Date of Graduation

5-2021

Document Type

Thesis

Degree Name

Master of Arts in Journalism (MA)

Degree Level

Graduate

Department

Journalism

Advisor

Colleen Thurston

Committee Member

Rob Wells

Second Committee Member

Gerald Jordan

Keywords

African American History, Black History, Lynching, Northwest Arkansas, Race, Slavery, Washington County

Abstract

While Northwest Arkansas is considered as diverse and progressive today, it also shares a common history of racial violence, and yet almost unknown, with the Southern United-States. Little is being said about the slave plantations in Elkins, racial cleansing in Springdale, or public spectacle lynchings in Fayetteville. This is because white people who hold political and economic power also control how history is written and decide what is to be learned from their perspectives.

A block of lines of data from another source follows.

package study

import (
	"fmt"
	"math"
	"runtime"
	"strconv"
	"sync"

	"edgewise/solver"
	"edgewise/solver/project"
)

// Rows returns the number of rows of a vary: the product of the axes'
// lengths (0 for a seek).
func (s *Study) Rows() int {
	if len(s.Vary) == 0 {
		return 0
	}
	n := 1
	for _, a := range s.Vary {
		n *= len(a.Values)
	}
	return n
}

// Values returns the parameter values of row i (0 <= i < Rows()), in the
// order of Vary. Rows run through every combination like nested loops, the
// first axis outermost and the last one changing fastest:
//
//	row = ((i0*n1 + i1)*n2 + i2)...   with ik the index into Vary[k].Values
func (s *Study) Values(i int) []float64 {
	if i < 0 || i >= s.Rows() {
		panic(fmt.Sprintf("study: row %d out of range [0, %d)", i, s.Rows()))
	}
	vals := make([]float64, len(s.Vary))
	for k := len(s.Vary) - 1; k >= 0; k-- {
		n := len(s.Vary[k].Values)
		vals[k] = s.Vary[k].Values[i%n]
		i /= n
	}
	return vals
}

// Header is the CSV header of a vary: "row", the varied parameters' names,
// the report paths, "error".
func (s *Study) Header() []string {
	h := []string{"row"}
	for _, a := range s.Vary {
		h = append(h, a.Name)
	}
	h = append(h, s.Report...)
	return append(h, "error")
}

// Row is one run of a study.
type Row struct {
	Index   int
	Params  []float64 // the varied parameters' values, in the order of Vary
	Outputs []float64 // the report paths' values; NaN where the result has no number
	Err     error     // the solve failed: Outputs is nil
}

// Record is the row as CSV fields under Header: numbers in the shortest
// form that reads back to the same float64; an output the result does not
// have (an infinite flow) is an empty field; a failed row has empty
// outputs and the one-line error in the last field.
func (r Row) Record(s *Study) []string {
	rec := []string{strconv.Itoa(r.Index)}
	for _, v := range r.Params {
		rec = append(rec, Format(v))
	}
	for i := range s.Report {
		if r.Err != nil {
			rec = append(rec, "")
		} else {
			rec = append(rec, Format(r.Outputs[i]))
		}
	}
	if r.Err != nil {
		return append(rec, r.Err.Error())
	}
	return append(rec, "")
}

// Format writes a number in the shortest form that reads back to the same
// float64; NaN (no number) is the empty string.
func Format(v float64) string {
	if math.IsNaN(v) {
		return ""
	}
	return strconv.FormatFloat(v, 'g', -1, 64)
}

// Options returns the solver options for the study's rows: those of opt,
// without the cross-check when no reported output needs it (it changes no
// other number).
func (s *Study) Options(opt solver.Options) solver.Options {
	opt.NoCrossCheck = opt.NoCrossCheck || !s.crossNeed
	return opt
}

// Set returns the project with the varied parameters set to vals, in the
// order of Vary.
func (s *Study) Set(p *project.Project, vals []float64) (*project.Project, error) {
	m := make(map[string]float64, len(vals))
	for i, v := range vals {
		m[s.Vary[i].Name] = v
	}
	return p.With(m)
}

// Run solves row i of a vary with sv and collects its outputs. It is a
// pure function of p, s, i and opt: the same row gives the same numbers
// whichever Solver runs it and in whatever order. A failed solve is the
// row's Err, never a panic.
func (s *Study) Run(p *project.Project, i int, sv *solver.Solver, opt solver.Options) Row {
	r := Row{Index: i, Params: s.Values(i)}
	q, err := s.Set(p, r.Params)
	if err != nil {
		r.Err = err
		return r
	}
	out, err := sv.Solve(q, s.Options(opt))
	if err == nil {
		err = unconverged(&out.Result)
	}
	if err != nil {
		r.Err = err
		return r
	}
	r.Outputs = s.collect(&out.Result)
	return r
}

// unconverged is the error of a result the engine cannot stand behind
// (accuracy.converged false): a study prints no number from it.
func unconverged(r *solver.Result) error {
	if r.Accuracy.Converged {
		return nil
	}
	return fmt.Errorf("not converged: the engine could not meet its tolerance (estimated error %.3g); no number is given", r.Accuracy.Estimate)
}

func (s *Study) collect(res *solver.Result) []float64 {
	vals := make([]float64, len(s.outs))
	for k, o := range s.outs {
		v, ok := o(res)
		if !ok {
			v = math.NaN()
		}
		vals[k] = v
	}
	return vals
}

// Config says which rows a Sweep runs and with how many workers.
type Config struct {
	Options solver.Options
	// Workers solve rows at once (each with its own Solver); 0 means one
	// per CPU.
	Workers int
	// Shard and Shards pick the rows whose index modulo Shards is Shard;
	// Shards 0 means every row.
	Shard, Shards int
}

// Sweep runs the rows of a vary that cfg picks and hands them to emit in
// row order, whatever the number of workers. It returns the number of
// failed rows, or emit's first error (the sweep then stops).
func (s *Study) Sweep(p *project.Project, cfg Config, emit func(Row) error) (failed int, err error) {
	if s.Seek != nil || len(s.Vary) == 0 {
		panic("study: Sweep of a study without vary")
	}
	shards := max(cfg.Shards, 1)
	if cfg.Shard < 0 || cfg.Shard >= shards {
		panic(fmt.Sprintf("study: shard %d of %d", cfg.Shard, shards))
	}
	workers := cfg.Workers
	if workers <= 0 {
		workers = runtime.GOMAXPROCS(0)
	}
	// the shard's k-th row is row cfg.Shard + k*shards
	count := (s.Rows() - cfg.Shard + shards - 1) / shards
	row := func(k int) int { return cfg.Shard + k*shards }
	jobs := make(chan int)
	done := make(chan struct{})
	results := make(chan Row, workers)
	var wg sync.WaitGroup
	for range workers {
		wg.Add(1)
		go func() {
			defer wg.Done()
			var sv solver.Solver
			for k := range jobs {
				select {
				case results <- s.safeRun(p, row(k), &sv, cfg.Options):
				case <-done:
					return
				}
			}
		}()
	}
	go func() {
		defer close(jobs)
		for k := range count {
			select {
			case jobs <- k:
			case <-done:
				return
			}
		}
	}()
	go func() { wg.Wait(); close(results) }()

	pending := map[int]Row{}
	next := 0 // the shard's next row to emit is row(next)
	for r := range results {
		pending[r.Index] = r
		for next < count && err == nil {
			r, ok := pending[row(next)]
			if !ok {
				break
			}
			delete(pending, row(next))
			next++
			if r.Err != nil {
				failed++
			}
			if err = emit(r); err != nil {
				close(done)
			}
		}
	}
	return failed, err
}

// safeRun is Run for a worker goroutine: a panic in the engine becomes the
// row's error instead of ending the process with a trace.
func (s *Study) safeRun(p *project.Project, i int, sv *solver.Solver, opt solver.Options) (r Row) {
	defer func() {
		if e := recover(); e != nil {
			*sv = solver.Solver{}
			r = Row{Index: i, Params: s.Values(i), Err: fmt.Errorf("internal error: %v (please report this case)", e)}
		}
	}()
	return s.Run(p, i, sv, opt)
}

Marginalized communities, especially Black people, have not always had agency to tell their own stories. The lynchings of three enslaved males, Anthony, Aaron, and Randall, in Washington county in 1856 for the alleged murder of a white slaveholder is a case in point. Two conflictive narratives about the events surrounding this incident emerged among white and Black residents, the most widely known being the white version. Built on the foundational research conducted by the Washington County Community Remembrance Project, a grassroots organization dedicated to memorializing the lives of the three victims, this paper is a contribution to reclaim the story of Anthony, Aaron, and Randall, by giving precedence to the oral account carried by the Black community. It also discusses the legacy of racial violence of Northwest Arkansas, the unequal power dynamic to control history in dominant-white society, and the importance of public memory of lynching.